▶ _Your goal_
Your answer must hold only the lines below from the line containing "import java.util.Locale;" through the line containing "private String waitingFor", each reproduced exactly.

+ + +

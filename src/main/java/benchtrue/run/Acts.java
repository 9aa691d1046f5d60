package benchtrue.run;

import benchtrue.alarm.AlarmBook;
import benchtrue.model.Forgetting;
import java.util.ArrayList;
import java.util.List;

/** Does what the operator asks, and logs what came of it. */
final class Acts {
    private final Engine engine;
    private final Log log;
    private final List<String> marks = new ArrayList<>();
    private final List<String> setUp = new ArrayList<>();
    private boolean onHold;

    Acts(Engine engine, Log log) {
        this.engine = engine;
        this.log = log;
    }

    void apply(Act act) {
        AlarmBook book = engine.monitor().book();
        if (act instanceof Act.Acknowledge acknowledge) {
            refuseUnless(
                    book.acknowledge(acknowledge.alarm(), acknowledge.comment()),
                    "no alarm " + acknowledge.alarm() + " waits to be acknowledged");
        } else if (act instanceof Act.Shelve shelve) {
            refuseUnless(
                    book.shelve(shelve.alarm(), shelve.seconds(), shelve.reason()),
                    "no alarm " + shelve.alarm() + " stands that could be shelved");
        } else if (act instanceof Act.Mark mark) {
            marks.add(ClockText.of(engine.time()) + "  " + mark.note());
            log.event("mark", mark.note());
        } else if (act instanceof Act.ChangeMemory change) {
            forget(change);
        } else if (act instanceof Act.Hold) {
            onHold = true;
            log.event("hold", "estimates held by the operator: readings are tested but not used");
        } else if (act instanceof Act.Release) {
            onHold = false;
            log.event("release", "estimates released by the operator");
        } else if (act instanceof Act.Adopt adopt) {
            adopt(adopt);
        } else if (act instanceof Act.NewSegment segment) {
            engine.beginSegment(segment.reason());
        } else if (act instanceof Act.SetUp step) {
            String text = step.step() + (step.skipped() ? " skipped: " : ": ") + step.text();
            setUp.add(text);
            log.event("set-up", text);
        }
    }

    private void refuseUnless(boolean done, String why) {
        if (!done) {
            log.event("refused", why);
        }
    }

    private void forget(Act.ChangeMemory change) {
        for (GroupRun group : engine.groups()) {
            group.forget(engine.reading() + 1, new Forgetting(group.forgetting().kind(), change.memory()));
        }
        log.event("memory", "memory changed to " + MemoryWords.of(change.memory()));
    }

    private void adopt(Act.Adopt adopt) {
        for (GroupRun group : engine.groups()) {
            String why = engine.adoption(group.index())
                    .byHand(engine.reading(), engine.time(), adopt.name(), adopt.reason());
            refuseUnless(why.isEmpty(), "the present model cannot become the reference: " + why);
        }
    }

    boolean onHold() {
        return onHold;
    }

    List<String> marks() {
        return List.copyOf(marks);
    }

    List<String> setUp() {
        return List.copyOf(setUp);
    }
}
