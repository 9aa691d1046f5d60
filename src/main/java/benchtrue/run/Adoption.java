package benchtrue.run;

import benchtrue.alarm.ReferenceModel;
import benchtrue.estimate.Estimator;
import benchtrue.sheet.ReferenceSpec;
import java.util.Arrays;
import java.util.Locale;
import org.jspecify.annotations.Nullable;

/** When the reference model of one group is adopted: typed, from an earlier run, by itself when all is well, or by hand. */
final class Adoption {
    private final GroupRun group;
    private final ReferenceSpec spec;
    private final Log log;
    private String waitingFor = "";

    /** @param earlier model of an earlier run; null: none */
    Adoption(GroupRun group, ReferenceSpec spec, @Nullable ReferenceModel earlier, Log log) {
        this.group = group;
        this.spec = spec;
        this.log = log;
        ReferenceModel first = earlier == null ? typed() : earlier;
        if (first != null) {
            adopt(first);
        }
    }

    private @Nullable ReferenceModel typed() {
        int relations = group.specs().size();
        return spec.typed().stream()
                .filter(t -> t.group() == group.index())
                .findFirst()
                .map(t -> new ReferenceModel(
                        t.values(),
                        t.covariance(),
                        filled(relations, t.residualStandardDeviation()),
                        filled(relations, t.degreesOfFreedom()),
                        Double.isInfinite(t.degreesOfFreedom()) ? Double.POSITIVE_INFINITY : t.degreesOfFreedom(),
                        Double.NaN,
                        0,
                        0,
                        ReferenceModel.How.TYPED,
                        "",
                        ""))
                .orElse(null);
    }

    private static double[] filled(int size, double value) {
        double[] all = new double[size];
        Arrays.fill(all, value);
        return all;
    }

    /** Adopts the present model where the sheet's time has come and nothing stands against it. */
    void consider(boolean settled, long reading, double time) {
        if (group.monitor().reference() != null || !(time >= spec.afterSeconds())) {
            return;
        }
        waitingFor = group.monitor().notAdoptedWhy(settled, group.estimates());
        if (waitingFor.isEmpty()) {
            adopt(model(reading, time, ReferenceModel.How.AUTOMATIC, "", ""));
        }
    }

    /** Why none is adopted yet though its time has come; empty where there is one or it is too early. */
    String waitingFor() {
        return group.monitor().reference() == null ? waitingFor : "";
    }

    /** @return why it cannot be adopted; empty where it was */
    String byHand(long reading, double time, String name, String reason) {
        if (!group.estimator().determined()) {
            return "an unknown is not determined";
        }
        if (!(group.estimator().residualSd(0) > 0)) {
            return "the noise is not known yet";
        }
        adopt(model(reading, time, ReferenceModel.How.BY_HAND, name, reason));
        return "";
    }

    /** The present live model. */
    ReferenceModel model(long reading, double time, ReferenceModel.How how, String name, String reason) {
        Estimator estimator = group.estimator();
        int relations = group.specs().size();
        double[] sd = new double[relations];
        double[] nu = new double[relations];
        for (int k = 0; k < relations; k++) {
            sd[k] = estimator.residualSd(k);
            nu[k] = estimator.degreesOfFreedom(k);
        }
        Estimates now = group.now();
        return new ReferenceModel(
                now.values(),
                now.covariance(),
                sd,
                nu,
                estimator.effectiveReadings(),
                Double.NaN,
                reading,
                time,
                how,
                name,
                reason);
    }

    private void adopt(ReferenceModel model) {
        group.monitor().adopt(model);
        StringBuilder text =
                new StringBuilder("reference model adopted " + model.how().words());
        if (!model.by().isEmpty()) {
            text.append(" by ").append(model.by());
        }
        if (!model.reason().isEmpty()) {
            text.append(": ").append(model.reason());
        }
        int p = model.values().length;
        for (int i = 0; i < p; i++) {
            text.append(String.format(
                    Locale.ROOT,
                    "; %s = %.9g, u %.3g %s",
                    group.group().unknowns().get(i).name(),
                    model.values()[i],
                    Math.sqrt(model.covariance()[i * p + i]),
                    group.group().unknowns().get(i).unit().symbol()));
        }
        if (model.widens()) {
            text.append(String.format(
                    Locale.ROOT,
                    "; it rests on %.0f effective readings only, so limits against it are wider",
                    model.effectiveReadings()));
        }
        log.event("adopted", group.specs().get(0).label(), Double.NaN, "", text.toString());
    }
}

+ + +

▶ _Exercise output_
import java.util.Locale;
import org.jspecify.annotations.Nullable;

/** When the reference model of one group is adopted: typed, from an earlier run, by itself when all is well, or by hand. */
final class Adoption {
    private final GroupRun group;
    private final ReferenceSpec spec;
    private final Log log;
    private String waitingFor = "";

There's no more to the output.